Russell A Moore1, Nelly Adel, Elyn Riedel, Manisha Bhutani, Darren R Feldman, Nour Elise Tabbara, Gerald Soff, Rekha Parameswaran, Hani Hassoun.   

Abstract

PURPOSE: This study was designed to determine the incidence of venous and arterial thromboembolic events (TEEs) in patients treated with cisplatin-based chemotherapy and to analyze the prognostic value of patients' baseline and treatment characteristics in predicting TEE occurrence. PATIENTS AND METHODS: We performed a large retrospective analysis of all patients treated with cisplatin-based chemotherapy for any type of malignancy at Memorial Sloan-Kettering Cancer Center in 2008. A TEE was cisplatin-associated if it occurred between the time of the first dose of cisplatin and 4 weeks after the last dose.
RESULTS: Among 932 patients, 169 (18.1%) experienced a TEE during treatment or within 4 weeks of the last dose. TEEs included deep vein thrombosis (DVT) alone in 49.7%, pulmonary embolus (PE) alone in 25.4%, DVT plus PE in 13.6%, arterial TEE alone in 8.3%, or DVT plus arterial TEE in 3.0%. TEEs occurred within 100 days of initiation of treatment in 88% of patients. By univariate analysis, sex, age, race, Karnofsky performance status (KPS), exposure to erythropoiesis-stimulating agents, presence of central venous catheter (CVC), site of cancer, stage of cancer, leukocyte and hemoglobin levels, and Khorana score were all identified as risk factors. However, by multivariate analysis, only age, KPS, presence of CVC, and Khorana score retained significance.

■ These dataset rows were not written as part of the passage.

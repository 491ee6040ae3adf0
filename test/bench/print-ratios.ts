import { Bench } from 'tinybench';
import type { BenchCase, Peer, Values } from './bench-case.ts';
import { outcome, type Measured } from './outcome.ts';
import { PeerMissing, pythonTask } from './python-peer.ts';

/**
 * Runs each case beside its peers and prints the ratio of the medians. A peer that is not installed is said and passed
 * over.
 *
 * @returns  whether every target was met and all values agreed
 */
export async function printRatios(cases: (() => BenchCase)[]): Promise<boolean> {
  console.log('case | peer | own median | peer median | ratio | target | values');
  let isAllWell = true;
  for (const make of cases) {
    const made = unlessMissing(make);
    if (made instanceof PeerMissing) {
      console.log(`a case is left out, for want of what both sides fit: ${made.message}`);
      continue;
    }
    const { name, own, peers, end } = made;
    const ownMeasured = await measured(own);
    for (const peer of peers) {
      const other = await measuredPeer(peer);
      if (other instanceof PeerMissing) {
        console.log(`${name} | ${peer.name} | left out: ${other.message}`);
        continue;
      }
      const { line, isMet, agrees } = outcome(name, peer, ownMeasured, other);
      console.log(line);
      isAllWell &&= isMet && agrees;
    }
    end?.();
  }
  return isAllWell;
}

async function measuredPeer({ work }: Peer): Promise<Measured | PeerMissing> {
  return typeof work === 'function' ? measured(work) : unlessMissing(() => pythonTask(work.task));
}

async function measured(work: () => Values): Promise<Measured> {
  const values = work();
  const bench = new Bench({ time: 1500, warmupTime: 300, iterations: 5, warmupIterations: 1, throws: true });
  bench.add('work', () => void work());
  const [task] = await bench.run();
  if (task?.result.state !== 'completed') throw new Error('a run did not finish');
  return { medianMs: task.result.latency.p50, values };
}

function unlessMissing<Answer>(ask: () => Answer): Answer | PeerMissing {
  try {
    return ask();
  } catch (problem) {
    if (problem instanceof PeerMissing) return problem;
    throw problem;
  }
}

CONCLUSION: This large retrospective analysis confirms the unacceptable incidence of TEEs in patients receiving cisplatin-based chemotherapy. In view of the controversy associated with prophylactic anticoagulation in patients with cancer treated with chemotherapy, randomized studies are urgently needed in this specific cancer population treated with cisplatin-based regimens.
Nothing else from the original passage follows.